Pensar que Park y yo podríamos irnos un día de esa mierda sabía a chocolate y miel cada noche que nuestros cuerpos coincidían en perfecta armonía. Sus padres estaban conectados en La Cofradía, eso era claro pero nunca hablaba de ellos. Veíamos “Natural born killers” en Youtube y fuimos Micky y Mallory tantas veces, planeamos cientos de atracos, desde el restaurante de Juan, al que siempre dejábamos vivo, hasta el antiguo Banco Nacional de México, que sonaba mejor que CitGroup Banamex, donde Park tenía una cuenta registrada, nunca me platicó como logró obtener sus papeles tan rápido, nunca pregunté.

Un día me citó en el patio trasero de la cocina, me explicó una mierda así como que sus padres lo querían obligar a casarse con la hija de uno de los jefes de La Cofradía, que él no quería pero que si no lo hacía lo pasaría muy mal, que la chica era pariente de un coronel del ejército chino y que no tenía alternativas, que debía irse del restaurante al día siguiente pero que con el tiempo regresaría y que podríamos seguirnos amando en secreto… Nunca supe como, pero al parecer le rompí dos costillas y tumbé 5 dientes, creo que 3 se los pudieron reinsertar esa misma noche cuando lo atendió un dentista de La Cofradía, con la boca ensangrentada aseguró que me mataría, ese era el verdadero infierno, esa mirada de odio de la persona a la que yo amaba, ¿cómo pude ser tan estúpida?

Al otro día Juan me encerró, me mandaba comida con una tal Mei Lian, solo podía salir a bañarme una vez por semana, duré dos meses en el encierro, hasta que un día Mei Lian me dijo que La Cofradía me había perdonado la vida por el engaño de Park, pero que ahora trabajaría de puta… siempre puede ser peor cuando se desciende al infierno.

REGRESO AL ÍNDICE

2 responses to “Los demonios no te odian ni te aman, te usan.”

  1. […] Un día llegó un chico nuevo de Cantón, no era tan hermoso como Peter, pero era guapo y alto, lo primero que ví fue su sonrisa al verme.
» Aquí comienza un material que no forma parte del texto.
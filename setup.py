"""Only what pyproject.toml cannot say: the package list including the data-only packages.

``resources/`` and ``demo_tracks/`` stay top-level folders in the checkout; the wheel carries them as
``editor/bundled/resources`` and ``editor/bundled/demo_tracks`` (``package-dir`` in pyproject.toml).
"""
from setuptools import find_packages, setup

BUNDLED = ["editor.bundled.resources", "editor.bundled.resources.icons", "editor.bundled.demo_tracks"]

setup(packages=find_packages(include=["editor", "editor.*"]) + BUNDLED)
Juan Lee lo trataba bien al grado que solo pasó una semana en la cocina antes de irse de mesero, no tenía oportunidad, me enamoré y le entregué mi virginidad una noche, me prometió casarse conmigo al salir de ahí, me hablaba de un restaurante y me escuchaba hablar de mis libros. ¿Cómo no quererlo si entre duendes, había un ángel que me quería y deseaba? ¿Cómo iba yo a saber que era el demonio de este círculo? […]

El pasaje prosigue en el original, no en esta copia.